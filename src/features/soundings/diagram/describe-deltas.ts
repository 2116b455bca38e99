import type { Units } from '../../../../shared/contracts/users';
import type { ParcelResult } from '../../../../shared/sounding';
import { formatNumber, heightUnitLabel, toDisplayHeight } from './format';

/**
 * How a what-if parcel differs from the original, in numbers and in words, e.g.
 * "CAPE +850 J/kg · CIN −60 → −5 J/kg · LCL +310 m".
 * CAPE and the LCL and LFC heights as signed changes; CIN as "from → to" because its sign
 * already means something. Changes that round to zero are left out.
 */
export interface DeltaDescription {
  /** Compact numbers, joined with " · "; "no change" when nothing changed. */
  text: string;
  /** The same as a sentence for screen readers and the title. */
  sentence: string;
  changed: boolean;
}

type Compared = Pick<ParcelResult, 'cape' | 'cin' | 'lclHeight' | 'lfcHeight'>;

const SPACE = '\u202f';
const signed = (value: number, decimals: number): string => {
  const text = formatNumber(value, decimals);
  return value > 0 && Number(text) !== 0 ? `+${text}` : text;
};

export function describeDeltas(original: Compared, modified: Compared, units: Units): DeltaDescription {
  const numbers: string[] = [];
  const words: string[] = [];
  const heightUnit = heightUnitLabel[units.height];

  const capeChange = Math.round(modified.cape) - Math.round(original.cape);
  if (capeChange !== 0) {
    numbers.push(`CAPE ${signed(capeChange, 0)}${SPACE}J/kg`);
    words.push(`CAPE ${capeChange > 0 ? 'rises' : 'falls'} by ${Math.abs(capeChange)} J/kg`);
  }

  const cinBefore = Math.round(original.cin);
  const cinAfter = Math.round(modified.cin);
  if (cinBefore !== cinAfter) {
    numbers.push(`CIN ${formatNumber(cinBefore, 0)} → ${formatNumber(cinAfter, 0)}${SPACE}J/kg`);
    words.push(`CIN ${cinAfter > cinBefore ? 'weakens' : 'strengthens'} from ${formatNumber(cinBefore, 0)} to ${formatNumber(cinAfter, 0)} J/kg`);
  }

  const heightChange = (label: string, before: number | null, after: number | null, missing: string): void => {
    if (before === null && after === null) return;
    if (before === null || after === null) {
      const present = before === null ? after : before;
      const where = `${formatNumber(toDisplayHeight(present as number, units.height), 0)}${SPACE}${heightUnit}`;
      numbers.push(before === null ? `${label} now at ${where}` : `no ${label} (was ${where})`);
      words.push(before === null ? `an ${label} now exists at ${where}` : `the ${label} no longer exists (${missing})`);
      return;
    }
    const change = Math.round(toDisplayHeight(after, units.height)) - Math.round(toDisplayHeight(before, units.height));
    if (change === 0) return;
    numbers.push(`${label} ${signed(change, 0)}${SPACE}${heightUnit}`);
    words.push(`${label} ${change > 0 ? 'rises' : 'lowers'} by ${Math.abs(change)} ${heightUnit}`);
  };
  heightChange('LCL', original.lclHeight, modified.lclHeight, 'above the top of the data');
  heightChange('LFC', original.lfcHeight, modified.lfcHeight, 'the parcel never becomes buoyant');

  if (numbers.length === 0) return { text: 'no change', sentence: 'No change from the original.', changed: false };
  const sentence = words.join('; ');
  return {
    text: numbers.join(' · '),
    sentence: `${sentence.charAt(0).toUpperCase()}${sentence.slice(1)}.`,
    changed: true,
  };
}
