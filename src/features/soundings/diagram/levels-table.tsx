import { clsx } from 'clsx';
import type { Units } from '../../../../shared/contracts/users';
import type { SoundingLevel } from '../../../../shared/sounding';
import { MISSING, formatNumber, heightText, speedText, temperatureText } from './format';
import { levelWind } from './profile-helpers';

export interface LevelsTableProps {
  levels: readonly SoundingLevel[];
  units: Units;
  caption?: string;
  className?: string;
}

/** The sounding's levels as a table: the diagram's data for screen readers and keyboard users. */
export function LevelsTable({ levels, units, caption = 'Sounding levels', className }: LevelsTableProps) {
  return (
    <div className={clsx('max-h-96 overflow-auto rounded-md border border-line', className)} tabIndex={0} role="region" aria-label={caption}>
      <table className="w-full border-collapse text-[13px] tabular-nums">
        <caption className="sr-only">{caption}</caption>
        <thead className="sticky top-0 bg-sunken text-ink-muted">
          <tr>
            {['Pressure (hPa)', 'Height (MSL)', 'Temperature', 'Dewpoint', 'Wind direction', 'Wind speed'].map((heading) => (
              <th key={heading} scope="col" className="px-2 py-1.5 text-right font-medium">
                {heading}
              </th>
            ))}
          </tr>
        </thead>
        <tbody>
          {levels.map((level, index) => {
            const wind = levelWind(level);
            return (
              <tr key={`${level.pressureHpa}-${index}`} className="border-t border-line/60">
                <th scope="row" className="px-2 py-1 text-right font-medium text-ink">
                  {formatNumber(level.pressureHpa, level.pressureHpa % 1 === 0 ? 0 : 1)}
                </th>
                <td className="px-2 py-1 text-right">{heightText(level.heightM, units)}</td>
                <td className="px-2 py-1 text-right">{temperatureText(level.temperatureC, units)}</td>
                <td className="px-2 py-1 text-right">{level.dewpointC === null ? MISSING : temperatureText(level.dewpointC, units)}</td>
                <td className="px-2 py-1 text-right">{wind ? `${String(Math.round(wind.directionDeg) % 360).padStart(3, '0')}°` : MISSING}</td>
                <td className="px-2 py-1 text-right">{wind ? speedText(wind.speedMs, units) : MISSING}</td>
              </tr>
            );
          })}
        </tbody>
      </table>
    </div>
  );
}
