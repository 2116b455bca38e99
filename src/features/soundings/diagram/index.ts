/** Sounding diagram components and their pure helpers (issue 4, items 3 and 4). */
export { SoundingWorkbench, type SoundingWorkbenchProps } from './sounding-workbench';
export { SkewTDiagram, type SkewTDiagramProps, type SurfaceChange } from './skew-t-diagram';
export { Hodograph, type HodographProps } from './hodograph';
export { IndexPanel, type IndexPanelProps } from './index-panel';
export { LevelsTable, type LevelsTableProps } from './levels-table';
export { WhatIfEditor, type WhatIfEditorProps } from './what-if-editor';
export { useWhatIf, type WhatIfState } from './use-what-if';
export {
  analyzeForDiagram,
  applySurfaceChange,
  liftChosenParcel,
  measureRecomputeMs,
  parcelStartOptions,
  recomputeWhatIf,
  whatIfProblem,
  type WhatIfChange,
  type WhatIfResult,
} from './what-if';
export { describeDeltas, type DeltaDescription } from './describe-deltas';
export { indexGroups, type IndexGroup, type IndexRow } from './index-rows';
export { skewT, pathThrough, type SkewT, type SkewTFrame, type Point } from './skew-t-geometry';
export { decomposeBarb, barbShape, type BarbParts } from './wind-barb';
export { PARCEL_LABELS, type ParcelKey } from './parcels';
export { SOUNDING_PALETTE, HODOGRAPH_BANDS } from './palette';
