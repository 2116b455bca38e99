import { describe, expect, it } from 'vitest';
import { ZERO_CELSIUS_K, dewpointFromMixingRatio, dryAdiabatTemperature, saturationMixingRatio } from '../../../../shared/sounding';
import { dryAdiabats, logPressureSamples, mixingRatioLines, pseudoAdiabats } from './diagram-lines';
import { skewT } from './skew-t-geometry';

const transform = skewT({
  left: 48,
  top: 16,
  width: 600,
  height: 560,
  pressureBottomHpa: 1050,
  pressureTopHpa: 100,
  temperatureLeftC: -40,
  temperatureRightC: 50,
  skew: 1,
});

/** Temperature read back from a drawn curve at a pressure: linear in y between the drawn points, as SVG draws it. */
function readDrawnTemperature(points: { pressureHpa: number; temperatureC: number }[], pressureHpa: number): number {
  const drawn = points.map((point) => transform.toPoint(point.pressureHpa, point.temperatureC));
  const y = transform.pressureToY(pressureHpa);
  for (let i = 1; i < drawn.length; i++) {
    const a = drawn[i - 1];
    const b = drawn[i];
    if (!a || !b) continue;
    if ((a.y - y) * (b.y - y) <= 0) {
      const x = a.x + ((y - a.y) / (b.y - a.y)) * (b.x - a.x);
      return transform.fromPoint({ x, y }).temperatureC;
    }
  }
  throw new Error(`pressure ${pressureHpa} hPa not on the curve`);
}

describe('logPressureSamples', () => {
  it('starts at the bottom and ends at the top pressure', () => {
    const samples = logPressureSamples(1050, 100, 10);
    expect(samples[0]).toBeCloseTo(1050, 9);
    expect(samples[10]).toBeCloseTo(100, 9);
  });
});

describe('dry adiabats', () => {
  // Check values: the engine's dryAdiabatTemperature (Poisson's equation, WallaceHobbs2006 eq. 3.54).
  // Tolerance 0.05 K: the drawn curve is a polyline with 41 points; between points the line is
  // straight in (x, y) while the adiabat curves slightly, and these pressures fall between points.
  it('the drawn 30 °C adiabat agrees with Poisson’s equation at 1000, 850, 700, 500 and 300 hPa', () => {
    const curve = dryAdiabats([30], 1050, 100)[0];
    if (!curve) throw new Error('no curve');
    for (const pressureHpa of [1000, 850, 700, 500, 300]) {
      const expected = dryAdiabatTemperature(pressureHpa, 30 + ZERO_CELSIUS_K) - ZERO_CELSIUS_K;
      expect(Math.abs(readDrawnTemperature(curve.points, pressureHpa) - expected)).toBeLessThan(0.05);
    }
  });

  it('passes through θ at 1000 hPa (definition of potential temperature)', () => {
    const curve = dryAdiabats([20], 1050, 100)[0];
    expect(readDrawnTemperature(curve?.points ?? [], 1000)).toBeCloseTo(20, 1);
  });
});

describe('mixing-ratio lines', () => {
  // Check value: the engine's dewpointFromMixingRatio (WallaceHobbs2006 eq. 3.59 with Bolton1980 eq. 11).
  it('the drawn 10 g/kg line passes through the dewpoint the engine gives at 900 and 700 hPa', () => {
    const curve = mixingRatioLines([10], 1050, 600)[0];
    for (const pressureHpa of [900, 700]) {
      const expected = dewpointFromMixingRatio(0.01, pressureHpa) - ZERO_CELSIUS_K;
      expect(Math.abs(readDrawnTemperature(curve?.points ?? [], pressureHpa) - expected)).toBeLessThan(0.05);
    }
  });

  it('each point of the line is saturated at 10 g/kg (saturationMixingRatio round trip)', () => {
    const curve = mixingRatioLines([10], 1050, 600)[0];
    for (const point of curve?.points ?? []) {
      expect(saturationMixingRatio(point.pressureHpa, point.temperatureC + ZERO_CELSIUS_K)).toBeCloseTo(0.01, 4);
    }
  });
});

describe('pseudo-adiabats', () => {
  it('the θw = 20 °C curve is at 20 °C at 1000 hPa and warmer than the 20 °C dry adiabat aloft (latent heat released)', () => {
    const curve = pseudoAdiabats([20], 1050, 200)[0];
    expect(readDrawnTemperature(curve?.points ?? [], 1000)).toBeCloseTo(20, 1);
    const dry500 = dryAdiabatTemperature(500, 20 + ZERO_CELSIUS_K) - ZERO_CELSIUS_K;
    expect(readDrawnTemperature(curve?.points ?? [], 500)).toBeGreaterThan(dry500);
  });
});

describe('zoomedFrame', () => {
  it('spans the lowest 300 hPa above the surface', async () => {
    const { zoomedFrame } = await import('./diagram-frame');
    const frame = zoomedFrame(
      [
        { pressureHpa: 965, heightM: 350, temperatureC: 27.8, dewpointC: 23.8, uMs: null, vMs: null },
        { pressureHpa: 600, heightM: 4400, temperatureC: -5, dewpointC: -20, uMs: null, vMs: null },
      ],
      [],
    );
    expect(frame.pressureTopHpa).toBe(665);
    expect(frame.pressureBottomHpa).toBe(977);
  });
});
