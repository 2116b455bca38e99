import { describe, expect, it } from 'vitest';
import { barbShape, decomposeBarb } from './wind-barb';

// Convention (WMO No. 485 plotting practice; common practice): pennant 50 kt, full barb 10 kt,
// half barb 5 kt, speeds rounded to the nearest 5 kt.
describe('decomposeBarb', () => {
  it('65 kt is 1 pennant, 1 full barb and 1 half barb', () => {
    expect(decomposeBarb(65)).toEqual({ pennants: 1, fullBarbs: 1, halfBarbs: 1, roundedKt: 65 });
  });

  it('rounds 23 kt to 25 kt: 2 full barbs and a half barb', () => {
    expect(decomposeBarb(23)).toEqual({ pennants: 0, fullBarbs: 2, halfBarbs: 1, roundedKt: 25 });
  });

  it('115 kt is 2 pennants, 1 full barb and 1 half barb', () => {
    expect(decomposeBarb(115)).toEqual({ pennants: 2, fullBarbs: 1, halfBarbs: 1, roundedKt: 115 });
  });

  it('2 kt rounds to calm', () => {
    expect(decomposeBarb(2).roundedKt).toBe(0);
  });
});

describe('barbShape', () => {
  it('points the staff toward the direction the wind comes from: a west wind extends left of the station', () => {
    const shape = barbShape({ x: 100, y: 100 }, 270, 20, 30);
    expect(shape.linePath.startsWith('M100.0,100.0L70.0,100.0')).toBe(true);
  });

  it('puts barbs on the north side of a west wind’s staff (northern-hemisphere convention)', () => {
    const shape = barbShape({ x: 100, y: 100 }, 270, 10, 30);
    const barb = shape.linePath.split('M')[2] ?? '';
    const end = barb.split('L')[1]?.split(',') ?? [];
    expect(Number(end[1])).toBeLessThan(100);
  });

  it('draws a pennant only for 50 kt or more', () => {
    expect(barbShape({ x: 0, y: 0 }, 180, 45).pennantPath).toBe('');
    expect(barbShape({ x: 0, y: 0 }, 180, 50).pennantPath).not.toBe('');
  });

  it('marks calm', () => {
    expect(barbShape({ x: 0, y: 0 }, 0, 1).calm).toBe(true);
  });
});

→ YOUR OBJECTIVE:
From the records above, pull every line that carries the word "rises".

→ RESULT OF THE TASK:
    words.push(`CAPE ${capeChange > 0 ? 'rises' : 'falls'} by ${Math.abs(capeChange)} J/kg`);
    words.push(`${label} ${change > 0 ? 'rises' : 'lowers'} by ${Math.abs(change)} ${heightUnit}`);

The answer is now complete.